Material shown:
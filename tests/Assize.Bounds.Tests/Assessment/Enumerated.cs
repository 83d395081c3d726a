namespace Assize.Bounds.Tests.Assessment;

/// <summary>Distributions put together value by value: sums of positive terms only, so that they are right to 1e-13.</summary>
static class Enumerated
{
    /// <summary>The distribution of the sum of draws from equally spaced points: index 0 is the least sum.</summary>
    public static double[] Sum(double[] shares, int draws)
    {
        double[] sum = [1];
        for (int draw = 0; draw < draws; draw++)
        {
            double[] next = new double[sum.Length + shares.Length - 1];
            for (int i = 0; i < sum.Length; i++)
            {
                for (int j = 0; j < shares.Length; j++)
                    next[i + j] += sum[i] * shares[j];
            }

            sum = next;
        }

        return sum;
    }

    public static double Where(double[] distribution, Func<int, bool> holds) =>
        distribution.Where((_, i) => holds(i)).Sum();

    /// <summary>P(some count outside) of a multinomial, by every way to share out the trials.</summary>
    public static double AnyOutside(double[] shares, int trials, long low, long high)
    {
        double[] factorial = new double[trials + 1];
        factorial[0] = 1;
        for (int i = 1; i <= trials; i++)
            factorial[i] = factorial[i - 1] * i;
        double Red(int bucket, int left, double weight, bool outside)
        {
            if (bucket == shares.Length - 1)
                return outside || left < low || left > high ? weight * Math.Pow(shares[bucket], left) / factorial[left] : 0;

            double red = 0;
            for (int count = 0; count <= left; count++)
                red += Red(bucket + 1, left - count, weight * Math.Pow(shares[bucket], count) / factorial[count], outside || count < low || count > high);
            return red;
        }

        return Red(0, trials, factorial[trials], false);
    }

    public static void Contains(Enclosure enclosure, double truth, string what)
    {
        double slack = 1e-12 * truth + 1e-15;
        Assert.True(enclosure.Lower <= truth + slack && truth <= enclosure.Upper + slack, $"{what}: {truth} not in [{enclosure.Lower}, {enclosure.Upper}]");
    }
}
==
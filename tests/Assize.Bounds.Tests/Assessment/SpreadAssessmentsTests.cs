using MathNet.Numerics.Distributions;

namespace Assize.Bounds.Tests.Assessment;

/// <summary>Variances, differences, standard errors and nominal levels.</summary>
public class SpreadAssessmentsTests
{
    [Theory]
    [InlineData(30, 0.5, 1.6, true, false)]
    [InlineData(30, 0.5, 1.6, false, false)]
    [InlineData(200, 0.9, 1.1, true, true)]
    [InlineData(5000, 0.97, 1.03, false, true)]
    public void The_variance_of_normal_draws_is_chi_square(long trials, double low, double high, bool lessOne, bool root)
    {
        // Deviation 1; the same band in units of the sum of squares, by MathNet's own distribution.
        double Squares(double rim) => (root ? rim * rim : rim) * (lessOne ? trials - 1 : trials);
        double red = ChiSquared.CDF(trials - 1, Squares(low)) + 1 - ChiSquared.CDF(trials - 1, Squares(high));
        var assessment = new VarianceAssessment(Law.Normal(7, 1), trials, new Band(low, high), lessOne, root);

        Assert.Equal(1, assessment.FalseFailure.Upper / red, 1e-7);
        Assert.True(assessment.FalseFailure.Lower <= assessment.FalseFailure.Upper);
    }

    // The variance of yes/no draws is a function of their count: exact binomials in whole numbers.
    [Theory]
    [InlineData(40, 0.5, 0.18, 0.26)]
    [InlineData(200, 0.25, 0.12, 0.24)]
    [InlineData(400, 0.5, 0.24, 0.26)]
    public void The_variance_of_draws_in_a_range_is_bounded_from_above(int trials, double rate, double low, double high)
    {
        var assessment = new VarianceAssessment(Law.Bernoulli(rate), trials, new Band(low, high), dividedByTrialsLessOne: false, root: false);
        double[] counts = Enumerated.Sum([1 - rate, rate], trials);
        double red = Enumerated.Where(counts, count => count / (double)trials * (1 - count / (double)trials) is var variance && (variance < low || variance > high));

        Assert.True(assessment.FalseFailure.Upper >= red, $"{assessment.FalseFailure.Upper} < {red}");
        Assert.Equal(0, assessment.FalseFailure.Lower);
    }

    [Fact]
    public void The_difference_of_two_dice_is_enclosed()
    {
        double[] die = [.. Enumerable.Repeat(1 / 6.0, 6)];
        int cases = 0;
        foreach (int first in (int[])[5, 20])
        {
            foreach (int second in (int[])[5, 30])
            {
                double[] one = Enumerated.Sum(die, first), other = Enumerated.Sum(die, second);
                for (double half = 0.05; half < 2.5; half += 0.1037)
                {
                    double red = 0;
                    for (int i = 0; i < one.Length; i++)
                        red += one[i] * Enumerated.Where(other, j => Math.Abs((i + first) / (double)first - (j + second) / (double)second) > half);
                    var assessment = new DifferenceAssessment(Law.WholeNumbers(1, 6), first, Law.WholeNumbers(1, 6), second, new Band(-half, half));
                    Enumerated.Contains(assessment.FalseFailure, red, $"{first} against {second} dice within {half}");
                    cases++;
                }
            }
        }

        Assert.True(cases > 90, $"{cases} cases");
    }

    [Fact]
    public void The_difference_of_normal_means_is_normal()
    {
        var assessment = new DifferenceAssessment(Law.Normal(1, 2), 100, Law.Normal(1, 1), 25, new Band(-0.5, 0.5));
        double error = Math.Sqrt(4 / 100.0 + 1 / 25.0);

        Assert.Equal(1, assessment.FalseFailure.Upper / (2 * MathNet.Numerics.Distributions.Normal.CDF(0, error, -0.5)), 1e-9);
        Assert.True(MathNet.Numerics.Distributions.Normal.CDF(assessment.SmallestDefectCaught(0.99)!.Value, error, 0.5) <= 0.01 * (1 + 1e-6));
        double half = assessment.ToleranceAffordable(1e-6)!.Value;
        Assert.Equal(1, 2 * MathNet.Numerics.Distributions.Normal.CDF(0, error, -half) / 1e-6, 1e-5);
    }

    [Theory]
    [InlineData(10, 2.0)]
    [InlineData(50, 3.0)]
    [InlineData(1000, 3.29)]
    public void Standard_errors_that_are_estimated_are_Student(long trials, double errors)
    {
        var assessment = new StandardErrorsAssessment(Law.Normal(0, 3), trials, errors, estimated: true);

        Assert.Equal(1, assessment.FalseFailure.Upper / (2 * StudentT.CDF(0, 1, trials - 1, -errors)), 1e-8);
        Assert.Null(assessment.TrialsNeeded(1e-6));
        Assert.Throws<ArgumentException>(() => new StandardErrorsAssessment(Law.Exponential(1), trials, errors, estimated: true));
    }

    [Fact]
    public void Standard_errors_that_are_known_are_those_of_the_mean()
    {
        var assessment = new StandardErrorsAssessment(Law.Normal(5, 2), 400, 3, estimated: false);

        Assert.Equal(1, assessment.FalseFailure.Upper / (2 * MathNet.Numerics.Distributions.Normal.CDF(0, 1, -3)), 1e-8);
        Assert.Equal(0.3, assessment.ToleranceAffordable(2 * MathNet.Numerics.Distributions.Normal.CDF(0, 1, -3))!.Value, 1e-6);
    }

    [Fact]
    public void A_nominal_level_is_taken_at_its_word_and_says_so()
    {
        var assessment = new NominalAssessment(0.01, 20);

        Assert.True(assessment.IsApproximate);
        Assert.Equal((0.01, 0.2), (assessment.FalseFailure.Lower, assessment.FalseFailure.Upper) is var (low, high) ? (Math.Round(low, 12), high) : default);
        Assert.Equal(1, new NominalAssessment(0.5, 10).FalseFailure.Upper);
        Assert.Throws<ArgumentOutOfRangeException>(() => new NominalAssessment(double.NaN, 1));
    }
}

What the task asks: Restate word for word the entries above, starting at the line with "false, root: false);" and ending at the line with "double[] counts = Enumerated.Sum([1", inclusive, and no others.

Answer to the problem:
        var assessment = new VarianceAssessment(Law.Bernoulli(rate), trials, new Band(low, high), dividedByTrialsLessOne: false, root: false);
        double[] counts = Enumerated.Sum([1 - rate, rate], trials);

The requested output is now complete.